After upgrade 7.1 -> 7.2 on octeon, anything from ports/packages segfaults

2022-10-31 Thread Sebastian Oswald
>Synopsis:  After upgrading from 7.1 -> 7.2 on octeon, anything from 
>ports/packages segfaults
>Environment:
System  : OpenBSD 7.2
Details : OpenBSD 7.2-current (GENERIC.MP) #1094: Fri Oct
28 18:46:47 MDT 2022
dera...@octeon.openbsd.org:/usr/src/sys/arch/octeon/compile/GENERIC.MP

Architecture: OpenBSD.octeon
Machine : octeon
>Description:
After upgrading via 'sysupgrade -n' from 7.1 to latest 7.2
snapshot and afterwards running 'sysmerge' and 'pkg_add -u',
any binary installed via pkg segfaults. (e.g. vnstatd,
zabbix_agentd, vim, git, curl)

Packages have been successfully updated by 'pkg_add -u' and show
current versions.
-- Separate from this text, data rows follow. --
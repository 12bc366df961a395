import type { PrintImage, SideOutput } from '../../../core/proof/want.ts';
import type { Treatment } from '../../../core/treatment/treatment.ts';
import { t } from '../words/t.ts';

/** What of a build's outputs the prints show. */
export type Output = 'image' | SideOutput;

/** The outputs that a build writes of an image, the image itself first. */
export function outputsOf(treatment: Treatment, image: PrintImage): readonly Output[] {
  const rough = treatment.normal.roughness !== null && treatment.grid === null ? (['roughness'] as const) : [];
  // Level 0 is its own bounds, and targets have none.
  const bound = treatment.height.minmax && 'level' in image && image.level > 0 ? (['min', 'max'] as const) : [];
  return ['image', ...rough, ...bound];
}

export function outputName(output: Output, { content }: Treatment): string {
  switch (output) {
    case 'image':
      return content === 'normal' ? t('normals') : content === 'height' ? t('heights') : t('image');
    case 'min':
      return t('least heights');
    case 'max':
      return t('greatest heights');
    case 'roughness':
      return t('roughness');
  }
}
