/** The codes of these lengths, turned round, so that their first bit is the lowest: shorter codes come first, and among equals
 *  the lower symbol. [RFC1951, 3.2.2] */
export function codesOf(lengths: Uint8Array): Uint16Array {
  const next = new Uint16Array(MOST_BITS + 2);
  for (const length of lengths) if (length > 0) next[length + 1]++;
  for (let length = 1; length < next.length; length++) next[length] = (next[length] + next[length - 1]) << 1;
  const codes = new Uint16Array(lengths.length);
  for (let symbol = 0; symbol < codes.length; symbol++) {
    const length = lengths[symbol];
    if (length > 0) codes[symbol] = turned(next[length]++, length);
  }
  return codes;
}

/** [RFC1951, 3.2.7] */
const MOST_BITS = 15;

function turned(code: number, length: number): number {
  return ((TURNED_BYTES[code & 0xff] << 8) | TURNED_BYTES[code >> 8]) >> (16 - length);
}

const TURNED_BYTES = Uint8Array.from({ length: 256 }, (_, byte) => {
  let turned = 0;
  for (let bit = 0; bit < 8; bit++) turned |= ((byte >> bit) & 1) << (7 - bit);
  return turned;
});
E.g. vim-no_x11 was updated to 9.0.0192

When trying to run any binary from /usr/local/[s]bin/ i only get:
# zabbix_agentd
Segmentation fault (core dumped)
# vim
Segmentation fault (core dumped)


example output from gdb for a core file from vim:

# gdb /usr/local/bin/vim vim.core 
GNU gdb 6.3
Copyright 2004 Free Software Foundation, Inc.
GDB is free software, covered by the GNU General Public License, and
you are welcome to change it and/or distribute copies of it under
certain conditions. Type "show copying" to see the conditions.
There is absolutely no warranty for GDB.  Type "show warranty" for
details. This GDB was configured as "mips64-unknown-openbsd7.2"...(no
debugging symbols found)

Core was generated by `vim'.
Program terminated with signal 11, Segmentation fault.
#0  0x000500489fec in ?? ()
(gdb) run
Starting program: /usr/local/bin/vim 

Program received signal SIGSEGV, Segmentation fault.
0x00358e4f9fec in ?? ()


Output looks identical (except for the address) for any
program/corefile ('0x[...]fec in ?? ()'). I've never used gdb, so if I
can provide any other useful informations with it please let me know.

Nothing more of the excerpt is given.